-- RECORDS FOR THE EXERCISE follows --

/**
 * dist/cli.js, the command line's bin: loads the command line's bundle (dist/cli-main.js) through V8's
 * code cache. The build runs the bundle once on a few examples and saves the compiled code
 * (dist/cli-main.cache, scripts/train-cli-cache.cjs), so a fresh process skips compiling the bundle
 * and the functions an analysis runs (docs/performance.md, start-up). Node checks the cache against
 * the source and its own version and flags; a cache it rejects, or none, means an ordinary compile.
 * The bundle runs as this module, so `require.main === module` and `__filename` (the script a sweep's
 * worker threads start from) are this file's, as before.
 */
import { readFileSync } from 'node:fs';
import { wrap } from 'node:module';
import { join } from 'node:path';
import { Script } from 'node:vm';

const file = join(__dirname, 'cli-main.js');
let cachedData: Buffer | undefined;
try {
  cachedData = readFileSync(join(__dirname, 'cli-main.cache'));
} catch {
  cachedData = undefined; // no cache beside the bundle: compile as usual
}
const script = new Script(wrap(readFileSync(file, 'utf8')), { filename: file, cachedData });
(script.runInThisContext() as (...args: unknown[]) => void).call(module.exports, module.exports, require, module, __filename, __dirname);
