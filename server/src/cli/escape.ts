/**
 * Escaping of everything the command line prints, so text from a file (a formula, a name, a file name)
 * can neither drive the terminal nor forge a line that a problem matcher would trust.
 *
 * Escaped: the C0 controls (U+0000-U+001F), DEL (U+007F), the C1 controls (U+0080-U+009F), the line and
 * paragraph separators (U+2028, U+2029) and the bidirectional controls (U+061C, U+200E, U+200F,
 * U+202A-U+202E, U+2066-U+2069; Unicode Standard Annex 9). Nothing else: µ, Å, ℏ and every other
 * printable character print as they are. A control prints as `\n`, `\r`, `\t` or `\xHH`, any other
 * escaped character as `\uHHHH`.
 */

const UNSAFE = /[\u0000-\u001f\u007f-\u009f\u061c\u200e\u200f\u2028\u2029\u202a-\u202e\u2066-\u2069]/g;
const UNSAFE_BUT_NEWLINE = /[\u0000-\u0009\u000b-\u001f\u007f-\u009f\u061c\u200e\u200f\u2028\u2029\u202a-\u202e\u2066-\u2069]/g;
/** What JSON.stringify leaves raw inside strings (it escapes C0 itself). */
const UNSAFE_IN_JSON = /[\u007f-\u009f\u061c\u200e\u200f\u2028\u2029\u202a-\u202e\u2066-\u2069]/g;

const NAMED: Record<string, string> = { '\n': '\\n', '\r': '\\r', '\t': '\\t' };

function hex(c: string, width: number): string {
  return c.charCodeAt(0).toString(16).toUpperCase().padStart(width, '0');
}

function escapeOne(c: string): string {
  const code = c.charCodeAt(0);
  return NAMED[c] ?? (code <= 0xff ? `\\x${hex(c, 2)}` : `\\u${hex(c, 4)}`);
}

/** `s` with every unsafe character escaped (line breaks too: for file names and one-line fields). */
export function escapeText(s: string): string {
  return s.replace(UNSAFE, escapeOne);
}

/** `s` with every unsafe character escaped except the line feeds that separate its lines. */
export function escapeLines(s: string): string {
  return s.replace(UNSAFE_BUT_NEWLINE, escapeOne);
}

/**
 * A JSON text with the unsafe characters JSON.stringify leaves raw written as `\uHHHH` escapes: still
 * the same JSON value (they can only occur inside strings), now safe to print.
 */
export function escapeJson(json: string): string {
  return json.replace(UNSAFE_IN_JSON, (c) => `\\u${hex(c, 4)}`);
}
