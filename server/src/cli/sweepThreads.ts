/**
 * The threaded front end of `eigenspan sweep`: where the system changes between points, the points are
 * spread over worker threads (two by default, `--threads N`), each running the engine's `runPoints` on
 * its share (every other point) under the remaining sweep time; the main thread gathers the points as
 * they arrive, then refines and words the findings (`finishSweep`). Where only the state changes, every
 * point runs in the main thread, which solves the system once and reuses it. Ctrl-C (SIGINT) cancels:
 * the points finished are kept and a `limits` note says the sweep was cancelled.
 *
 * This is the only module of the command line that starts threads; the engine never does.
 */
import { Worker, isMainThread, parentPort, workerData } from 'node:worker_threads';
import { analyse, type AnalyseOptions } from '../analysis/index';
import { createBudget } from '../physics/budget';
import { finishSweep, mergeSweep, prepareSweep, runPoints, type PointOutcome } from '../analysis/sweep/index';
import { withQuickStage } from '../language/meter';
import type { Io } from './options';
import { dataOf } from './data';
import { parseSweepArgs, sweepCommand, sweepInput, sweepOutput } from './sweep';

/** What a worker is given. */
interface Task {
  text: string;
  /** With the data files the main thread read (`samples("PATH")`), so every thread sees the same text. */
  options: Pick<AnalyseOptions, 'defaultBasis' | 'limits' | 'data'>;
  indices: number[];
  limitMs: number;
}

/** What a worker sends: each point as it finishes, then why it stopped. */
type WorkerMessage = { kind: 'point'; k: number; out: PointOutcome } | { kind: 'done'; reason: 'time' | 'cancelled' | null };

/** In a worker started by `sweepCommandThreaded`: runs its share of points and returns true; false elsewhere. */
export function serveSweepWorker(): boolean {
  if (isMainThread || parentPort === null || (workerData as { eigenspanSweep?: unknown } | null)?.eigenspanSweep !== true) return false;
  const task = (workerData as { task: Task }).task;
  const port = parentPort;
  const budget = createBudget({ limitMs: task.limitMs });
  const job = prepareSweep(task.text, task.options);
  if (job) runPoints(job, task.indices, budget, (k, out) => port.postMessage({ kind: 'point', k, out } satisfies WorkerMessage));
  port.postMessage({ kind: 'done', reason: budget.reason } satisfies WorkerMessage);
  return true;
}

/** `eigenspan sweep` from the process entry: points on worker threads where the system changes. */
export async function sweepCommandThreaded(args: string[], io: Io, script: string): Promise<number> {
  const a = parseSweepArgs(args);
  const text = sweepInput(a);
  const options: Task['options'] = { defaultBasis: a.basis, limits: a.limits, data: dataOf(a.file, text) };
  const job = prepareSweep(text, options);
  if (job === null || job.systemFixed || a.threads < 2 || job.total < 2) return sweepCommand(args, io);
  const result = withQuickStage({ textLength: text.length }, () => analyse(text, options));
  let cancelled = false;
  const budget = createBudget({ limitMs: a.sweepMillis, cancelled: () => cancelled });
  const outcomes: (PointOutcome | null)[] = new Array(job.total).fill(null);
  const shares = Array.from({ length: Math.min(a.threads, job.total) }, (_, w) => [...Array(job.total).keys()].filter((k) => k % a.threads === w));
  const workers = shares.map((indices) => new Worker(script, { workerData: { eigenspanSweep: true, task: { text, options, indices, limitMs: budget.remaining() } satisfies Task } }));
  const onInt = (): void => {
    cancelled = true;
    for (const w of workers) void w.terminate();
  };
  process.once('SIGINT', onInt);
  const reasons = await Promise.all(workers.map((w) => collect(w, outcomes)));
  process.removeListener('SIGINT', onInt);
  const finished = outcomes.filter((o) => o !== null).length;
  const stopped = cancelled || budget.expired() ? (budget.reason ?? 'time') : finished < job.total ? (reasons.find((r) => r !== null) ?? 'time') : null;
  mergeSweep(result, finishSweep(job, outcomes, budget, stopped));
  return sweepOutput(a, result, text, io);
}

/** Gathers one worker's points until it says it is done or exits; resolves with why it stopped. */
function collect(w: Worker, outcomes: (PointOutcome | null)[]): Promise<'time' | 'cancelled' | null> {
  return new Promise((resolve) => {
    let reason: 'time' | 'cancelled' | null = 'cancelled';
    w.on('message', (m: WorkerMessage) => {
      if (m.kind === 'point') outcomes[m.k] = m.out;
      else reason = m.reason;
    });
    // A worker that fails or is terminated leaves its remaining points unfinished.
    w.on('error', () => (reason = 'time'));
    w.on('exit', () => resolve(reason));
  });
}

-- RECORDS FOR THE EXERCISE concluded --

_DIRECTIONS_. Spot the lines above that mention "import" and copy them.

_ANSWER AREA_.
import { readFileSync } from 'node:fs';
import { wrap } from 'node:module';
import { join } from 'node:path';
import { Script } from 'node:vm';
import { Worker, isMainThread, parentPort, workerData } from 'node:worker_threads';
import { analyse, type AnalyseOptions } from '../analysis/index';
import { createBudget } from '../physics/budget';
import { finishSweep, mergeSweep, prepareSweep, runPoints, type PointOutcome } from '../analysis/sweep/index';
import { withQuickStage } from '../language/meter';
import type { Io } from './options';
import { dataOf } from './data';
import { parseSweepArgs, sweepCommand, sweepInput, sweepOutput } from './sweep';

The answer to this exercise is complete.